WORK INSTRUCTIONS ->
Transcribe every record verbatim.

[Collected data entries]
-- Opening Marker --

def _decimal_places(value: Decimal) -> int:
    """Digits after the point of a finite Decimal, trailing zeros aside (0.2500 has 2); exact."""
    _, digits, exponent = value.as_tuple()
    assert isinstance(exponent, int)
    text = "".join(map(str, digits))
    trailing_zeros = len(text) - len(text.rstrip("0"))
    return max(0, -(exponent + trailing_zeros))
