def face_velocities(grid: Grid, psi: np.ndarray) -> tuple[np.ndarray, np.ndarray]:
    """Face velocities from the node streamfunction.

    u = d(psi)/dz on the vertical faces, shape (nz, nx + 1);
    w = -d(psi)/dx on the horizontal faces, shape (nz + 1, nx).
    The discrete divergence of (u, w) in every cell is zero to round-off.
    """
    if grid.stretched:
        u = (psi[1:, :] - psi[:-1, :]) / grid.dz_cell[:, None]
    else:
        u = (psi[1:, :] - psi[:-1, :]) / grid.dz
    w = -(psi[:, 1:] - psi[:, :-1]) / grid.dx
    return u, w


def node_velocities(grid: Grid, psi: np.ndarray) -> tuple[np.ndarray, np.ndarray]:
    """Velocity (u, w) at the cell centres, each (nz, nx), averaged from the faces."""
    u, w = face_velocities(grid, psi)
    return 0.5 * (u[:, 1:] + u[:, :-1]), 0.5 * (w[1:] + w[:-1])


class TransformSolver:
    """Exact fast solver of A psi = f for constant viscosity and free-slip top and bottom.

    Then A = eta (D_xx + D_zz)^2 with the five-point Laplacian on psi = 0 walls, which
    the type-I sine transform (walls) or the Fourier transform (periodic x)
    diagonalises: psi_hat = f_hat / (eta (lambda_x + lambda_z)^2).  No factorisation.
    """

    def __init__(self, operator: StokesOperator, viscosity: float = 1.0):
        g = operator.grid
        if operator.top != "free-slip" or operator.bottom != "free-slip":
            raise ValueError("the transform solver needs free-slip top and bottom")
        if g.stretched:
            raise ValueError("the transform solver needs a uniform grid (no wall refinement)")
        self.operator = operator
        self.viscosity = float(viscosity)
        mz = np.arange(1, g.nz)
        lam_z = -(4.0 / g.dz ** 2) * np.sin(np.pi * mz / (2 * g.nz)) ** 2
        if g.periodic:
            mx = np.arange(g.nx // 2 + 1)
            lam_x = -(4.0 / g.dx ** 2) * np.sin(np.pi * mx / g.nx) ** 2
        else:
            mx = np.arange(1, g.nx)
            lam_x = -(4.0 / g.dx ** 2) * np.sin(np.pi * mx / (2 * g.nx)) ** 2
        self._denominator = self.viscosity * (lam_z[:, None] + lam_x[None, :]) ** 2
        self._shape = (g.nz - 1, g.nx if g.periodic else g.nx - 1)

    def solve(self, rhs: np.ndarray) -> np.ndarray:
        f = rhs.reshape(self._shape)
        if self.operator.grid.periodic:
            fh = sfft.dst(sfft.rfft(f, axis=1), type=1, axis=0)
            return sfft.irfft(sfft.idst(fh / self._denominator, type=1, axis=0),
                              n=self._shape[1], axis=1).ravel()
        fh = sfft.dstn(f, type=1)
        return sfft.idstn(fh / self._denominator, type=1).ravel()
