using System.Collections.Concurrent;
using System.Diagnostics.Metrics;
using FinWatch.Server.Infrastructure;
using Microsoft.Extensions.DependencyInjection;

namespace FinWatch.Server.Tests.Infrastructure;

/// <summary>
/// Records every measurement of FinWatch's instruments in one app, from the moment it starts. The meter comes from the
/// app's own <see cref="IMeterFactory"/>, so apps of tests running beside this one are not heard.
/// </summary>
public sealed class MetricRecorder : IDisposable
{
    private readonly MeterListener listener = new();
    private readonly ConcurrentQueue<(string Instrument, double Value, Dictionary<string, string?> Tags)> recorded = new();

    public MetricRecorder(IServiceProvider services)
    {
        var factory = services.GetRequiredService<IMeterFactory>();
        listener.InstrumentPublished = (instrument, l) =>
        {
            if (instrument.Meter.Name == Telemetry.Name && ReferenceEquals(instrument.Meter.Scope, factory))
            {
                l.EnableMeasurementEvents(instrument);
            }
        };
        listener.SetMeasurementEventCallback<long>((i, value, tags, _) => Add(i, value, tags));
        listener.SetMeasurementEventCallback<double>((i, value, tags, _) => Add(i, value, tags));
        listener.Start();
    }

    private void Add(Instrument instrument, double value, ReadOnlySpan<KeyValuePair<string, object?>> tags)
    {
        var copy = new Dictionary<string, string?>(StringComparer.Ordinal);
        foreach (var (key, tag) in tags)
        {
            copy[key] = tag?.ToString();
        }

        recorded.Enqueue((instrument.Name, value, copy));
    }

    /// <summary>The values recorded on <paramref name="instrument"/> whose tags include all of <paramref name="tags"/> ("key=value").</summary>
    public double[] Values(string instrument, params string[] tags) =>
        [.. recorded.Where(r => r.Instrument == instrument && tags.All(t => Matches(r.Tags, t))).Select(r => r.Value)];

    public double Sum(string instrument, params string[] tags) => Values(instrument, tags).Sum();

    /// <summary>Every distinct tag set recorded on <paramref name="instrument"/>, as "key=value" joined by commas, sorted.</summary>
    public string[] TagSets(string instrument) =>
        [.. recorded.Where(r => r.Instrument == instrument)
            .Select(r => string.Join(",", r.Tags.OrderBy(t => t.Key, StringComparer.Ordinal).Select(t => $"{t.Key}={t.Value}")))
            .Distinct().Order(StringComparer.Ordinal)];

    /// <summary>Waits up to 10 s for <paramref name="condition"/> (what is recorded after the answer, such as a push).</summary>
    public static async Task<bool> EventuallyAsync(Func<bool> condition)
    {
        for (var i = 0; i < 100 && !condition(); i++)
        {
            await Task.Delay(100);
        }

        return condition();
    }

    private static bool Matches(Dictionary<string, string?> tags, string tag)
    {
        var split = tag.IndexOf('=', StringComparison.Ordinal);
        return tags.TryGetValue(tag[..split], out var value) && value == tag[(split + 1)..];
    }

    public void Dispose() => listener.Dispose();
}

-- Closing Marker --

EXERCISE OUTPUT ->
def _decimal_places(value: Decimal) -> int:
    """Digits after the point of a finite Decimal, trailing zeros aside (0.2500 has 2); exact."""
    _, digits, exponent = value.as_tuple()
    assert isinstance(exponent, int)
    text = "".join(map(str, digits))
    trailing_zeros = len(text) - len(text.rstrip("0"))
    return max(0, -(exponent + trailing_zeros))
def face_velocities(grid: Grid, psi: np.ndarray) -> tuple[np.ndarray, np.ndarray]:
    """Face velocities from the node streamfunction.

    u = d(psi)/dz on the vertical faces, shape (nz, nx + 1);
    w = -d(psi)/dx on the horizontal faces, shape (nz + 1, nx).
    The discrete divergence of (u, w) in every cell is zero to round-off.
    """
    if grid.stretched:
        u = (psi[1:, :] - psi[:-1, :]) / grid.dz_cell[:, None]
    else:
        u = (psi[1:, :] - psi[:-1, :]) / grid.dz
    w = -(psi[:, 1:] - psi[:, :-1]) / grid.dx
    return u, w


def node_velocities(grid: Grid, psi: np.ndarray) -> tuple[np.ndarray, np.ndarray]:
    """Velocity (u, w) at the cell centres, each (nz, nx), averaged from the faces."""
    u, w = face_velocities(grid, psi)
    return 0.5 * (u[:, 1:] + u[:, :-1]), 0.5 * (w[1:] + w[:-1])


class TransformSolver:
    """Exact fast solver of A psi = f for constant viscosity and free-slip top and bottom.

    Then A = eta (D_xx + D_zz)^2 with the five-point Laplacian on psi = 0 walls, which
    the type-I sine transform (walls) or the Fourier transform (periodic x)
    diagonalises: psi_hat = f_hat / (eta (lambda_x + lambda_z)^2).  No factorisation.
    """

    def __init__(self, operator: StokesOperator, viscosity: float = 1.0):
        g = operator.grid
        if operator.top != "free-slip" or operator.bottom != "free-slip":
            raise ValueError("the transform solver needs free-slip top and bottom")
        if g.stretched:
            raise ValueError("the transform solver needs a uniform grid (no wall refinement)")
        self.operator = operator
        self.viscosity = float(viscosity)
        mz = np.arange(1, g.nz)
        lam_z = -(4.0 / g.dz ** 2) * np.sin(np.pi * mz / (2 * g.nz)) ** 2
        if g.periodic:
            mx = np.arange(g.nx // 2 + 1)
            lam_x = -(4.0 / g.dx ** 2) * np.sin(np.pi * mx / g.nx) ** 2
        else:
            mx = np.arange(1, g.nx)
            lam_x = -(4.0 / g.dx ** 2) * np.sin(np.pi * mx / (2 * g.nx)) ** 2
        self._denominator = self.viscosity * (lam_z[:, None] + lam_x[None, :]) ** 2
        self._shape = (g.nz - 1, g.nx if g.periodic else g.nx - 1)

    def solve(self, rhs: np.ndarray) -> np.ndarray:
        f = rhs.reshape(self._shape)
        if self.operator.grid.periodic:
            fh = sfft.dst(sfft.rfft(f, axis=1), type=1, axis=0)
            return sfft.irfft(sfft.idst(fh / self._denominator, type=1, axis=0),
                              n=self._shape[1], axis=1).ravel()
        fh = sfft.dstn(f, type=1)
        return sfft.idstn(fh / self._denominator, type=1).ravel()
using System.Collections.Concurrent;
using System.Diagnostics.Metrics;
using FinWatch.Server.Infrastructure;
using Microsoft.Extensions.DependencyInjection;

namespace FinWatch.Server.Tests.Infrastructure;

/// <summary>
/// Records every measurement of FinWatch's instruments in one app, from the moment it starts. The meter comes from the
/// app's own <see cref="IMeterFactory"/>, so apps of tests running beside this one are not heard.
/// </summary>
public sealed class MetricRecorder : IDisposable
{
    private readonly MeterListener listener = new();
    private readonly ConcurrentQueue<(string Instrument, double Value, Dictionary<string, string?> Tags)> recorded = new();

    public MetricRecorder(IServiceProvider services)
    {
        var factory = services.GetRequiredService<IMeterFactory>();
        listener.InstrumentPublished = (instrument, l) =>
        {
            if (instrument.Meter.Name == Telemetry.Name && ReferenceEquals(instrument.Meter.Scope, factory))
            {
                l.EnableMeasurementEvents(instrument);
            }
        };
        listener.SetMeasurementEventCallback<long>((i, value, tags, _) => Add(i, value, tags));
        listener.SetMeasurementEventCallback<double>((i, value, tags, _) => Add(i, value, tags));
        listener.Start();
    }

    private void Add(Instrument instrument, double value, ReadOnlySpan<KeyValuePair<string, object?>> tags)
    {
        var copy = new Dictionary<string, string?>(StringComparer.Ordinal);
        foreach (var (key, tag) in tags)
        {
            copy[key] = tag?.ToString();
        }

        recorded.Enqueue((instrument.Name, value, copy));
    }

    /// <summary>The values recorded on <paramref name="instrument"/> whose tags include all of <paramref name="tags"/> ("key=value").</summary>
    public double[] Values(string instrument, params string[] tags) =>
        [.. recorded.Where(r => r.Instrument == instrument && tags.All(t => Matches(r.Tags, t))).Select(r => r.Value)];

    public double Sum(string instrument, params string[] tags) => Values(instrument, tags).Sum();

    /// <summary>Every distinct tag set recorded on <paramref name="instrument"/>, as "key=value" joined by commas, sorted.</summary>
    public string[] TagSets(string instrument) =>
        [.. recorded.Where(r => r.Instrument == instrument)
            .Select(r => string.Join(",", r.Tags.OrderBy(t => t.Key, StringComparer.Ordinal).Select(t => $"{t.Key}={t.Value}")))
            .Distinct().Order(StringComparer.Ordinal)];

    /// <summary>Waits up to 10 s for <paramref name="condition"/> (what is recorded after the answer, such as a push).</summary>
    public static async Task<bool> EventuallyAsync(Func<bool> condition)
    {
        for (var i = 0; i < 100 && !condition(); i++)
        {
            await Task.Delay(100);
        }

        return condition();
    }

    private static bool Matches(Dictionary<string, string?> tags, string tag)
    {
        var split = tag.IndexOf('=', StringComparison.Ordinal);
        return tags.TryGetValue(tag[..split], out var value) && value == tag[(split + 1)..];
    }

    public void Dispose() => listener.Dispose();
}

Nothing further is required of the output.